Borçlanma maliyetlerindeki artışla ilgili dördüncü olarak, konut piyasasında durgunluk başladı. Ev kredisi faiz oranlarının iki katına çıkması ile ev satışları art arda 11 aydır düştü ve yeni ev inşaatları, pandemi kapanmalarının başladığı Mayıs 2020’den bu yana en düşük seviyede. Beşinci olarak Amerikalılar, pandeminin başlarında yüksek talep gören mobilya, araba ve beyaz eşya gibi diğer pahalı ürünlere de daha az harcıyor. Sonuç olarak, ekonominin nereye gittiğinin erken bir göstergesi olarak kabul edilen ABD üretimi istikrarlı bir şekilde düşüş trendinde. Altıncısı, iş piyasası aylardır ekonominin en iyi giden kalemi. Yüzde 3,7’lik işsizlik oranı, tarihin en düşük seviyelerine yakın ve birçok işveren hâlâ işçi bulup elde tutma konusunda yaşadığı zorluklardan şikayet ediyor.

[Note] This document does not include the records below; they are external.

/**
 * dc SQUID terminating a quarter-wave line: flux-tunable inductance, resonance frequency and
 * effective delay, with analytic flux derivatives.
 *
 * Conventions: `phi` is the flux in units of Φ0 (Φ/Φ0). The SQUID inductance follows the
 * negligible-loop-inductance law L_s(Φ) = L_s(0)/sqrt(cos²πφ + d² sin²πφ) with
 * d = (I_c1 − I_c2)/(I_c1 + I_c2) (Koch et al., PRA 76, 042319 (2007), same E_J(Φ) law).
 *
 * Exact model (form used by Wallquist, Shumeiko, Wendin, PRB 74, 224506 (2006) and
 * Pogorzalek et al., Phys. Rev. Applied 8, 024012 (2017)):
 *   x·tan x = 1/γ(Φ) − x²·C_s/C_r,  x = (π/2)·f/f0,  root in (0, π/2),  γ(Φ) = L_s(Φ)/L_r.
 * Approximate model: f = f0/(1 + γ(Φ)) (small participation, C_s neglected).
 *
 * Derived here (not taken from the papers) and checked in tests/unit/calibration/squid-model.test.ts:
 *  - implicit first and second flux derivatives of the exact root;
 *  - the error of the approximate model: with C_s = 0, f_approx/f_exact − 1 = −π²γ³/12 + O(γ⁴)
 *    (the O(γ) and O(γ²) terms of the series of x·tan x = 1/γ around x = π/2 cancel exactly).
 */
import { FLUX_QUANTUM } from '../constants';

export type TuningModel = 'exact' | 'approx';

export interface SquidLineParams {
  /** Bare quarter-wave frequency f0 (L_s → 0), Hz. */
  f0Hz: number;
  /** Participation at zero flux γ0 = L_s(0)/L_r. */
  gamma0: number;
  /** Junction asymmetry d = (I_c1 − I_c2)/(I_c1 + I_c2), 0 ≤ d ≤ 1 (sign irrelevant). */
  asymmetry: number;
  /** SQUID-to-line capacitance ratio C_s/C_r (exact model only). Default 0. */
  csOverCr?: number;
}

export interface ResonanceDerivatives {
  /** Hz */
  f: number;
  /** Hz per Φ0 */
  dfdphi: number;
  /** Hz per Φ0² */
  d2fdphi2: number;
}

export interface DelayDerivatives {
  /** s */
  tau: number;
  /** s per Φ0 */
  dtaudphi: number;
  /** s per Φ0² */
  d2taudphi2: number;
}

const HALF_PI = Math.PI / 2;

/** D(φ) = cos²πφ + d² sin²πφ and its first two φ-derivatives. */
function lobeDenominator(phi: number, d: number): { D: number; D1: number; D2: number } {
  const c = Math.cos(Math.PI * phi);
  const s = Math.sin(Math.PI * phi);
  const d2 = d * d;
  const D = c * c + d2 * s * s;
  // dD/dφ = −π(1 − d²) sin 2πφ; d²D/dφ² = −2π²(1 − d²) cos 2πφ
  const D1 = -Math.PI * (1 - d2) * Math.sin(2 * Math.PI * phi);
  const D2 = -2 * Math.PI * Math.PI * (1 - d2) * Math.cos(2 * Math.PI * phi);
  return { D, D1, D2 };
}

/** L_s(Φ)/L_s(0) = 1/sqrt(cos²πφ + d² sin²πφ). +Infinity at the lobe edge of a symmetric SQUID. */
export function squidInductanceFactor(phi: number, asymmetry: number): number {
  const { D } = lobeDenominator(phi, asymmetry);
  return D > 0 ? 1 / Math.sqrt(D) : Infinity;
}

/** γ(Φ) = γ0 · L_s(Φ)/L_s(0). */
export function participation(phi: number, p: SquidLineParams): number {
  return p.gamma0 * squidInductanceFactor(phi, p.asymmetry);
}

/**
 * Root x in (0, π/2) of G(x) = x·sin x − (g − c·x²)·cos x = 0, i.e. x·tan x = g − c·x²
 * (multiplied by cos x so there is no pole at π/2). g = 1/γ ≥ 0, c = C_s/C_r ≥ 0.
 * Newton from the approximate solution, safeguarded by a bisection bracket.
 */
export function solveExactRoot(g: number, c = 0): number {
  if (!(g > 0)) return 0; // γ = ∞ (or invalid): the SQUID shorts nothing, f → 0
  if (g === Infinity) return HALF_PI; // γ = 0: ideal short, f = f0
  // G and G′ are written out inline: this runs for every point of every fit evaluation, and a
  // closure per call costs more than the arithmetic (notably under tsx, which names each closure).
  let lo = 0;
  let hi = HALF_PI;
  // Starting guesses: small γ → x ≈ (π/2)/(1 + γ); large γ → x·tan x ≈ x²(1 + c) = g.
  const gamma = 1 / g;
  let x = gamma < 1 ? HALF_PI / (1 + gamma) : Math.min(Math.sqrt(g / (1 + c)), 0.99 * HALF_PI);
  for (let it = 0; it < 100; it++) {
    const sx = Math.sin(x);
    const cx = Math.cos(x);
    const r = g - c * x * x;
    const gx = x * sx - r * cx; // G(x)
    if (gx === 0) return x;
    if (gx < 0) lo = x;
    else hi = x;
    const step = gx / (sx + x * cx + 2 * c * x * cx + r * sx); // G/G′
    const next = x - step;
    if (Number.isFinite(next) && next >= lo && next <= hi) {
      // Newton converges quadratically: a step below 1e-10·x leaves an error of order 1e-20·x.
      if (Math.abs(step) <= 1e-10 * x) return next;
      x = next;
    } else {
      x = 0.5 * (lo + hi);
    }
    if (hi - lo <= 1e-15 * hi) return x;
  }
  return x;
}

/**
 * Exact root and its sensitivities: x, ∂x/∂g and ∂x/∂c for x·tan x + c·x² = g (implicit
 * differentiation: ∂x/∂g = 1/F_x, ∂x/∂c = −x²/F_x, F_x written times cos²x so it stays finite).
 * Used by the fits for analytic Jacobians.
 */
export function exactRootSensitivity(g: number, c = 0): { x: number; dxdg: number; dxdc: number } {
  const x = solveExactRoot(g, c);
  if (x === 0) return { x, dxdg: 0, dxdc: 0 };
  const cs = Math.cos(x);
  const cos2 = cs * cs;
  const N = Math.sin(x) * cs + x + 2 * c * x * cos2;
  return { x, dxdg: cos2 / N, dxdc: (-x * x * cos2) / N };
}

/** Resonance frequency at flux φ (Φ0 units), Hz. */
export function resonanceFrequency(phi: number, p: SquidLineParams, model: TuningModel): number {
  const gamma = participation(phi, p);
  if (model === 'approx') return gamma === Infinity ? 0 : p.f0Hz / (1 + gamma);
  return (p.f0Hz / HALF_PI) * solveExactRoot(1 / gamma, p.csOverCr ?? 0);
}

/**
 * Resonance frequency and its first two flux derivatives, in closed form.
 * Exact model, F(x, φ) = x tan x + c x² − g(φ) with g = sqrt(D)/γ0:
 *   x' = g'/F_x,  x'' = (g'' − F_xx·x'²)/F_x,
 *   F_x = tan x + x sec²x + 2cx,  F_xx = 2 sec²x (1 + x tan x) + 2c,
 * evaluated multiplied through by cos²x so nothing diverges near x = π/2.
 * At the exact lobe edge of a symmetric SQUID (D = 0) f has a square-root cusp; the
 * derivatives are not defined there and 0 is returned for both (documented, not NaN).
 */
export function resonanceDerivatives(phi: number, p: SquidLineParams, model: TuningModel): ResonanceDerivatives {
  const { D, D1, D2 } = lobeDenominator(phi, p.asymmetry);
  const f0 = p.f0Hz;
  const g0 = p.gamma0;
  if (!(D > 0)) return { f: 0, dfdphi: 0, d2fdphi2: 0 };
  if (g0 === 0) return { f: f0, dfdphi: 0, d2fdphi2: 0 };
  const sD = Math.sqrt(D);
  if (model === 'approx') {
    // γ = γ0 D^{-1/2}; f = f0/(1+γ)
    const gam = g0 / sD;
    const gam1 = (-g0 * D1) / (2 * D * sD);
    const gam2 = g0 * (-D2 / (2 * D * sD) + (3 * D1 * D1) / (4 * D * D * sD));
    const one = 1 + gam;
    return {
      f: f0 / one,
      dfdphi: (-f0 * gam1) / (one * one),
      d2fdphi2: -f0 * (gam2 / (one * one) - (2 * gam1 * gam1) / (one * one * one)),
    };
  }
  const c = p.csOverCr ?? 0;
  const g = sD / g0;
  const g1 = D1 / (2 * g0 * sD);
  const g2 = (D2 / (2 * sD) - (D1 * D1) / (4 * D * sD)) / g0;
  const x = solveExactRoot(g, c);
  const cs = Math.cos(x);
  const sn = Math.sin(x);
  const cos2 = cs * cs;
  // N = F_x·cos²x = sin x cos x + x + 2c x cos²x  (> 0 on (0, π/2))
  const N = sn * cs + x + 2 * c * x * cos2;
  const x1 = (g1 * cos2) / N;
  // F_xx·cos²x = 2(1 + x tan x) + 2c cos²x, with x tan x = g − c x² at the root
  const Fxx_c2 = 2 * (1 + g - c * x * x) + 2 * c * cos2;
  const x2 = (g2 * cos2 - Fxx_c2 * x1 * x1) / N;
  const k = f0 / HALF_PI;
  return { f: k * x, dfdphi: k * x1, d2fdphi2: k * x2 };
}

/** τ_eff(Φ) = γ(Φ)/(4 f0): delay added by the SQUID, L_s/(L′v) (Johansson et al., PRA 82, 052509 (2010)). */
export function effectiveDelay(phi: number, p: SquidLineParams): number {
  return participation(phi, p) / (4 * p.f0Hz);
}

/** τ_eff and its flux derivatives, closed form from γ = γ0·D^{-1/2}. */
export function effectiveDelayDerivatives(phi: number, p: SquidLineParams): DelayDerivatives {
  const { D, D1, D2 } = lobeDenominator(phi, p.asymmetry);
  if (!(D > 0)) return { tau: Infinity, dtaudphi: 0, d2taudphi2: 0 };
  const sD = Math.sqrt(D);
  const k = p.gamma0 / (4 * p.f0Hz);
  return {
    tau: k / sD,
    dtaudphi: (-k * D1) / (2 * D * sD),
    d2taudphi2: k * (-D2 / (2 * D * sD) + (3 * D1 * D1) / (4 * D * D * sD)),
  };
}

/** Φ/Φ0 = (bias − offset)/period. */
export function fluxFromBias(bias: number, period: number, offset: number): number {
  return (bias - offset) / period;
}

/** bias = offset + period·Φ/Φ0. */
export function biasFromFlux(phi: number, period: number, offset: number): number {
  return offset + period * phi;
}

/** Quarter-wave line inductance L_r = L′ℓ = Z0/(4 f0), H (from v = 1/sqrt(L′C′), f0 = v/4ℓ). */
export function lineInductance(f0Hz: number, z0Ohm: number): number {
  return z0Ohm / (4 * f0Hz);
}

/** I_cΣ = Φ0/(2π L_s(0)) with L_s(0) = γ0·L_r, A. */
export function criticalCurrentSum(gamma0: number, f0Hz: number, z0Ohm: number): number {
  return FLUX_QUANTUM / (2 * Math.PI * gamma0 * lineInductance(f0Hz, z0Ohm));
}

/** β_L = 2 L_loop I_c0/Φ0 with I_c0 the critical current of one junction. */
export function screeningParameter(loopInductanceH: number, icPerJunctionA: number): number {
  return (2 * loopInductanceH * icPerJunctionA) / FLUX_QUANTUM;
}

/** β_L above which the symmetric SQUID's flux response is hysteretic: 2/π (see PHYSICS.md, derived). */
export const HYSTERESIS_BETA_L = 2 / Math.PI;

Yedinci gösterge hane tasarruf oranları. Maaşlarda nominal artışlar olsa da enflasyonun etkisiyle birçok aile tasarruflarından harcama yapmaya başladı. Son aylarda tasarruf oranlarında ciddi bir düşüş var. Sekizinci olarak Ocak ayında rekor seviyelere yükselen borsa aylardır düşüşte. Pandemi sırasında hızla yükselen teknoloji hisseleri, son aylardaki en büyük düşüşlerden bazılarını yaşadı. Meta hisseleri geçen yıl yaklaşık yüzde 70 değer kaybederken, Amazon yüzde 55 düştü. Son olarak ABD ekonomisi 2022’nin başlarında beklenmedik bir şekilde küçüldükten sonra toparlandı. Amerikan perakendecilerinin daha az ithalat ve daha fazla ihracat yapmasıyla hükümet harcamalarındaki artış ve daralan ticaret açığı, yılın sonlarında gayri safi yurtiçi hasılaya yardımcı oldu.